[Start of section]

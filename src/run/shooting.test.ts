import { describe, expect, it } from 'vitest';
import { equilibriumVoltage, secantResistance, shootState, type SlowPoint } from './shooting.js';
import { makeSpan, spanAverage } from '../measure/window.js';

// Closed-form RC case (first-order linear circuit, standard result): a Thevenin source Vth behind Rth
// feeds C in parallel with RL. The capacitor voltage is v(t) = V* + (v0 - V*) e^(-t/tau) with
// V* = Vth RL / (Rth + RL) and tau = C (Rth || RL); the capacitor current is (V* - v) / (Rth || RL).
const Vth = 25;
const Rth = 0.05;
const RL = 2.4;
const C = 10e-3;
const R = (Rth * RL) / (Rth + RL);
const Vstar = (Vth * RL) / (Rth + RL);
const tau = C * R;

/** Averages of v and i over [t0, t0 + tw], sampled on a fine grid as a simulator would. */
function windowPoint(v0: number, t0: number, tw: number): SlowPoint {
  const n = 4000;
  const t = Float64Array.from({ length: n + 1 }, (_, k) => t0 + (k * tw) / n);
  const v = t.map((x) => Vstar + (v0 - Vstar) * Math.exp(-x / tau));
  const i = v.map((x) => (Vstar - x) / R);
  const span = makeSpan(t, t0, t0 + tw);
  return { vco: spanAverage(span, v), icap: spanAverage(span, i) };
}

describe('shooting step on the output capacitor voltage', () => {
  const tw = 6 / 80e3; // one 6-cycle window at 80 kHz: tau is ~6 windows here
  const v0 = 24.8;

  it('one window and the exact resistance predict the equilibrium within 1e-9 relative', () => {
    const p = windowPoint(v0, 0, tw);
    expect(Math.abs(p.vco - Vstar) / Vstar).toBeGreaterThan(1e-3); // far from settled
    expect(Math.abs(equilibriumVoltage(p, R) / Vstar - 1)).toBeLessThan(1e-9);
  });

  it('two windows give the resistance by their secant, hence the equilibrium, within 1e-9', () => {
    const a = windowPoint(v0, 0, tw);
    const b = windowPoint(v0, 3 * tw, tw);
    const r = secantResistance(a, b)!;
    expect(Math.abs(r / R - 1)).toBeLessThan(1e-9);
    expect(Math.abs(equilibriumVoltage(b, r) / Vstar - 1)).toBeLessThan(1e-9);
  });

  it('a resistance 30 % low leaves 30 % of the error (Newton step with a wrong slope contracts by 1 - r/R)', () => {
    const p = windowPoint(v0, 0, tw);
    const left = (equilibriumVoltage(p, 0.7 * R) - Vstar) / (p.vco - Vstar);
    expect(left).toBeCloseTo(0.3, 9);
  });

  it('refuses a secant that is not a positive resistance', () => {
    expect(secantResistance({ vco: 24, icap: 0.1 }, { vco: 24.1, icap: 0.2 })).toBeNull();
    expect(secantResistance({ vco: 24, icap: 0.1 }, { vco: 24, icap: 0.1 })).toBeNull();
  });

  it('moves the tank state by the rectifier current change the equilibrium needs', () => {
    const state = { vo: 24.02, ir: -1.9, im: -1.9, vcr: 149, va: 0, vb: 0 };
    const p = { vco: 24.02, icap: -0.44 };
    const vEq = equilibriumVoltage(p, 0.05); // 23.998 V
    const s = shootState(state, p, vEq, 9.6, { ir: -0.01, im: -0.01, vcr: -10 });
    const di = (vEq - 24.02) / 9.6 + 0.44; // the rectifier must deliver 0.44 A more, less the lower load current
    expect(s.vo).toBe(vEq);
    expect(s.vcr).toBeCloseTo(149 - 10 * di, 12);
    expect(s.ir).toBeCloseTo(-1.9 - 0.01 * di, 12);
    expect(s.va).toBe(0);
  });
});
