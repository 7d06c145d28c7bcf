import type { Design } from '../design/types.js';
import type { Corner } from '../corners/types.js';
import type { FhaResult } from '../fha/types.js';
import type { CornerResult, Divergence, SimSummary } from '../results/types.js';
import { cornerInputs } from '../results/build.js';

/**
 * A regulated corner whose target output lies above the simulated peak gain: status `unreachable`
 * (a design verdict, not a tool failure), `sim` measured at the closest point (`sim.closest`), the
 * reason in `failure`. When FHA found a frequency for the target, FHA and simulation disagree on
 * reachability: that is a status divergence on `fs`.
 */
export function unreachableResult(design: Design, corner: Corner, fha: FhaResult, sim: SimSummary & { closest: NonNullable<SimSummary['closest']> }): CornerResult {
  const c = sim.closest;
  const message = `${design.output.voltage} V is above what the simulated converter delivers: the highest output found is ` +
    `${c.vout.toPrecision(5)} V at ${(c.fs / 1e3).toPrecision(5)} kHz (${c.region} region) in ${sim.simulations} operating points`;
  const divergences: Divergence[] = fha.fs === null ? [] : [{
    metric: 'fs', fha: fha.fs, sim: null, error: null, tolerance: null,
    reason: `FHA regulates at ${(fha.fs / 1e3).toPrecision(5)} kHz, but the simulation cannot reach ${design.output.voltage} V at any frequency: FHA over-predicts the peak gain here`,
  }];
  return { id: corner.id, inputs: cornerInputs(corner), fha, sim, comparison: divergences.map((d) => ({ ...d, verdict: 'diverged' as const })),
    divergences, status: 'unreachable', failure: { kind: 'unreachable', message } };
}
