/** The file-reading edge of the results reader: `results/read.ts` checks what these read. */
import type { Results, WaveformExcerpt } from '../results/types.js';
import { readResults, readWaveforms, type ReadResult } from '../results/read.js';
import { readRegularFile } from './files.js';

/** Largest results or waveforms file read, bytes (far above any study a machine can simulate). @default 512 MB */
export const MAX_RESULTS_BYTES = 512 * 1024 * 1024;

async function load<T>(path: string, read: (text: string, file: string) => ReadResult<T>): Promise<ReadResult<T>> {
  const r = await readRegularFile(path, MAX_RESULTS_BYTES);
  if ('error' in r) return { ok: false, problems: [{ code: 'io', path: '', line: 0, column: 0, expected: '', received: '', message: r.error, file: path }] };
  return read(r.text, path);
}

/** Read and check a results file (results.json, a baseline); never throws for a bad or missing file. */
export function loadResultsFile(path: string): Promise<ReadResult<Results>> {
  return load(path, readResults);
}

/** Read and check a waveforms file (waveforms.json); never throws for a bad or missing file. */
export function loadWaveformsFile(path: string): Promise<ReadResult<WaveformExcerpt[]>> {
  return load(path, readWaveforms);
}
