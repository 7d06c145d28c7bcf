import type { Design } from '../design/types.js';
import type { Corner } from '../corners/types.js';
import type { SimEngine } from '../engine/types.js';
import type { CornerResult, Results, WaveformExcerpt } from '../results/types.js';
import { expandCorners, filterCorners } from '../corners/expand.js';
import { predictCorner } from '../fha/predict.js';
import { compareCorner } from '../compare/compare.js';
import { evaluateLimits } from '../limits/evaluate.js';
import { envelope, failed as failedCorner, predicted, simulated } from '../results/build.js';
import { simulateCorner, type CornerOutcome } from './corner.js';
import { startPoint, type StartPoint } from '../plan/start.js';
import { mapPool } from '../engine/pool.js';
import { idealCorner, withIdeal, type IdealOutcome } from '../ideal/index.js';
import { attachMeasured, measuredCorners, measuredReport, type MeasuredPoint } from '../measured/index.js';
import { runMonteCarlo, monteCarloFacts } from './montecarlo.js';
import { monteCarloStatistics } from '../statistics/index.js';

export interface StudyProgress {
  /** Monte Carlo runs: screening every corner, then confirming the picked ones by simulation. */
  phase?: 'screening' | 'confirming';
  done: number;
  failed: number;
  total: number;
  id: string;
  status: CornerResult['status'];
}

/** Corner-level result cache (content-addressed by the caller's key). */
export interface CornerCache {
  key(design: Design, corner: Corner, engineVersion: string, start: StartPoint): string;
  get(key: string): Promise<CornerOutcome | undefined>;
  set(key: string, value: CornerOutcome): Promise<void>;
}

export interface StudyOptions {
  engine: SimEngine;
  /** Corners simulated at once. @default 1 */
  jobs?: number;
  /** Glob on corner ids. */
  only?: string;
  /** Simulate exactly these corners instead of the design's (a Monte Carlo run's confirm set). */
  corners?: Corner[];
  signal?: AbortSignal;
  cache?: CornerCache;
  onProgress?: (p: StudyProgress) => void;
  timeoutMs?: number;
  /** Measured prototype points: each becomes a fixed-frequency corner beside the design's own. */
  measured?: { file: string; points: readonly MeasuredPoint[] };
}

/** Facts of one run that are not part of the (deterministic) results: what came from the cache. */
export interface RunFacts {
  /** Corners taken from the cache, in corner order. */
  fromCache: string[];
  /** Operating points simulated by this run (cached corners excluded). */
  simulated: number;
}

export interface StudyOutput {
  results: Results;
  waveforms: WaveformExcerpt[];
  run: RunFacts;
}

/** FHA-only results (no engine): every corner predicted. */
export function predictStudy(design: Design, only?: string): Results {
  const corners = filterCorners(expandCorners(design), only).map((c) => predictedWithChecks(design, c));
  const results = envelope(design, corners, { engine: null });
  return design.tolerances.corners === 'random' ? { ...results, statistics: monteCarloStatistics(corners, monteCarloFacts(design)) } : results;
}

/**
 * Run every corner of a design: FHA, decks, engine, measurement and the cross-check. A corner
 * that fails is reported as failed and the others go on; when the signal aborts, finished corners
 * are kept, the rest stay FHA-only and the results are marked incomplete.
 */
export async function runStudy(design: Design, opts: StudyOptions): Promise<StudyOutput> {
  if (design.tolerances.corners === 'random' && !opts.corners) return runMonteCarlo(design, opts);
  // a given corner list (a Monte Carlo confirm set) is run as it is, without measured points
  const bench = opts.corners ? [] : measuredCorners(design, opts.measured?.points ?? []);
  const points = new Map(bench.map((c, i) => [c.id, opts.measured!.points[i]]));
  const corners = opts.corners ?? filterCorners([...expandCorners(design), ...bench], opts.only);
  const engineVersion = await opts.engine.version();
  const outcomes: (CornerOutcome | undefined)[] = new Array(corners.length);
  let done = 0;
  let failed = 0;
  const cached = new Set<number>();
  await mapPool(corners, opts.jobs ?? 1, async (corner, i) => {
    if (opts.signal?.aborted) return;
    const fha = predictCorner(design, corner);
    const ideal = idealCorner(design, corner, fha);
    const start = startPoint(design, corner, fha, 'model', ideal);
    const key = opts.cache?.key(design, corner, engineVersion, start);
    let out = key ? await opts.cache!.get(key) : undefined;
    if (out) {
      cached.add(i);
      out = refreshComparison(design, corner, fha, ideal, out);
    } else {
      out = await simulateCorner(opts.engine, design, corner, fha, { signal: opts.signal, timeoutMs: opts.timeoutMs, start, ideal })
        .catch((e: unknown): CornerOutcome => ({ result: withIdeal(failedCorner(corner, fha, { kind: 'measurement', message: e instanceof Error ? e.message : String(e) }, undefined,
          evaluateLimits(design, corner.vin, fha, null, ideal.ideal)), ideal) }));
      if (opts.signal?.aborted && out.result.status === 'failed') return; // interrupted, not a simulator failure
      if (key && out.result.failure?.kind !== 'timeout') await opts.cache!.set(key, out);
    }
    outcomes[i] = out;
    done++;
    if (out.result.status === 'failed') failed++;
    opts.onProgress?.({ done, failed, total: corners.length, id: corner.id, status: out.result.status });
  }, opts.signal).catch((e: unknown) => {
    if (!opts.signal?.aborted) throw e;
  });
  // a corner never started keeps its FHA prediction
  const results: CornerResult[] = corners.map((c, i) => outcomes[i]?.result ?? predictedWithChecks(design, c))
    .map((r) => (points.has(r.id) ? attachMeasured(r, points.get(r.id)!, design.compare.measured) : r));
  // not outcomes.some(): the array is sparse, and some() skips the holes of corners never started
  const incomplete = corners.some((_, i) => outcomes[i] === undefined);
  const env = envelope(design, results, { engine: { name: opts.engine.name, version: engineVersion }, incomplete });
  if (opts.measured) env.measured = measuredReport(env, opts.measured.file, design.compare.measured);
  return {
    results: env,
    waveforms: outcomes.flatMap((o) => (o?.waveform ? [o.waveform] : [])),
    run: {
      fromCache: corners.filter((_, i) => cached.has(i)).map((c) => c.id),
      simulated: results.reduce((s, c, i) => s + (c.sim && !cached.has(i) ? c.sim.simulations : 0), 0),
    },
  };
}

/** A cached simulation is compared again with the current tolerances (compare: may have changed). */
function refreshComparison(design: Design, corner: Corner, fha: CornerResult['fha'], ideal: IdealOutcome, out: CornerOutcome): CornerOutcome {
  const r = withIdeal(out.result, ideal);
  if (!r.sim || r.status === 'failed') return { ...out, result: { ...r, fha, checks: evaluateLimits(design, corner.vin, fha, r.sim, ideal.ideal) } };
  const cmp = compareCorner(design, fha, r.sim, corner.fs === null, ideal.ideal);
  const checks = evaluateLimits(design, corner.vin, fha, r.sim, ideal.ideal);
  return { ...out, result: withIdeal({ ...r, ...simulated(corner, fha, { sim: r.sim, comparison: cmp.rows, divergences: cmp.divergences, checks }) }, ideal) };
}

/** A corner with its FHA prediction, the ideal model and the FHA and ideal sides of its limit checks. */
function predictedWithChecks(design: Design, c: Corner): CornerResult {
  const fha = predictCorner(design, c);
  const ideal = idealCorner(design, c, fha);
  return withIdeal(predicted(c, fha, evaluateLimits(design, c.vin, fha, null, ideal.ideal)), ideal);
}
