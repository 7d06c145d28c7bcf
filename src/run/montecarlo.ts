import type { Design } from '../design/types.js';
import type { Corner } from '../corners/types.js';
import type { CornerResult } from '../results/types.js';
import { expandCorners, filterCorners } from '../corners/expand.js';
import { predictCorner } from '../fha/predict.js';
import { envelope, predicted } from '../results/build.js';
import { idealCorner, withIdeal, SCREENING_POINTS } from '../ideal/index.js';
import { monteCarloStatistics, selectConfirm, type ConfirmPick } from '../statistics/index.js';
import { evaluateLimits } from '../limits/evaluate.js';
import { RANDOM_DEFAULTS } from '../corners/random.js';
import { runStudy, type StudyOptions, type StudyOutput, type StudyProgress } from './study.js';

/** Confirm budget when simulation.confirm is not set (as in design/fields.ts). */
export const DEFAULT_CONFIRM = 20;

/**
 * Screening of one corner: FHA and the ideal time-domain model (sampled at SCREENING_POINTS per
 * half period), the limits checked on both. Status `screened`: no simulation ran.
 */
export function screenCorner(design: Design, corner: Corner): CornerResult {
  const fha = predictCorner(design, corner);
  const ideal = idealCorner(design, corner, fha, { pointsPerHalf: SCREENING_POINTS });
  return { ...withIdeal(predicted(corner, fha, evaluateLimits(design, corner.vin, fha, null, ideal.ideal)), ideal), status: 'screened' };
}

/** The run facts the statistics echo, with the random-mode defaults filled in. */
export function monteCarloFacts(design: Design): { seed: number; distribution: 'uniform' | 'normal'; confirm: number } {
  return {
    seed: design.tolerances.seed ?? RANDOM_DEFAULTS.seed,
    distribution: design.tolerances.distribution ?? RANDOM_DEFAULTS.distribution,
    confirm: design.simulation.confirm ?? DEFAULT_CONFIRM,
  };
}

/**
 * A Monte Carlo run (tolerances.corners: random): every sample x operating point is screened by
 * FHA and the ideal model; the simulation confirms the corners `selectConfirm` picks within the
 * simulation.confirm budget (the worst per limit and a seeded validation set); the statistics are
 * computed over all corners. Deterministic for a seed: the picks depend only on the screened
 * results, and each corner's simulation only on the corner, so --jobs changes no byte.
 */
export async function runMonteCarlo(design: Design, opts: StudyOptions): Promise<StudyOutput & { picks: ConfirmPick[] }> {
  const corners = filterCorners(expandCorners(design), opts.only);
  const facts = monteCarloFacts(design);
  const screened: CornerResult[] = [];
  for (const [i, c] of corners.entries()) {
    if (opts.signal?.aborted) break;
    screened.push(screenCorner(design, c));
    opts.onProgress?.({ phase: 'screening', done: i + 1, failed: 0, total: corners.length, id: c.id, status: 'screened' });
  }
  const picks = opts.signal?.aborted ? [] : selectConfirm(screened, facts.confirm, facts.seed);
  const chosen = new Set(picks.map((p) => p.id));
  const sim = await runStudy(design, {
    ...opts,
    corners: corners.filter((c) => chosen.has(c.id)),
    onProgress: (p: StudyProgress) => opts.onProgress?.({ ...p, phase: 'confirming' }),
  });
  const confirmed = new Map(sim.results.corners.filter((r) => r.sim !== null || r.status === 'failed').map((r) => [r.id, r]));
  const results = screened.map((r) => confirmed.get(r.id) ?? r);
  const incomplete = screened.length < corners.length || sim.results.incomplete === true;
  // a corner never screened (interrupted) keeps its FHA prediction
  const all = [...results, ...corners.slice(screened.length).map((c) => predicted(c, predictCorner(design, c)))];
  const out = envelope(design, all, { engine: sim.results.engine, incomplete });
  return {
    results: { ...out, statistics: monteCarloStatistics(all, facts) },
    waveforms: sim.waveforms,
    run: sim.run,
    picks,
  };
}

[End of section]

If a line above holds the word "every", copy it.

**Result for this exercise**
  /** Monte Carlo runs: screening every corner, then confirming the picked ones by simulation. */
/** FHA-only results (no engine): every corner predicted. */
 * Run every corner of a design: FHA, decks, engine, measurement and the cross-check. A corner
 * A Monte Carlo run (tolerances.corners: random): every sample x operating point is screened by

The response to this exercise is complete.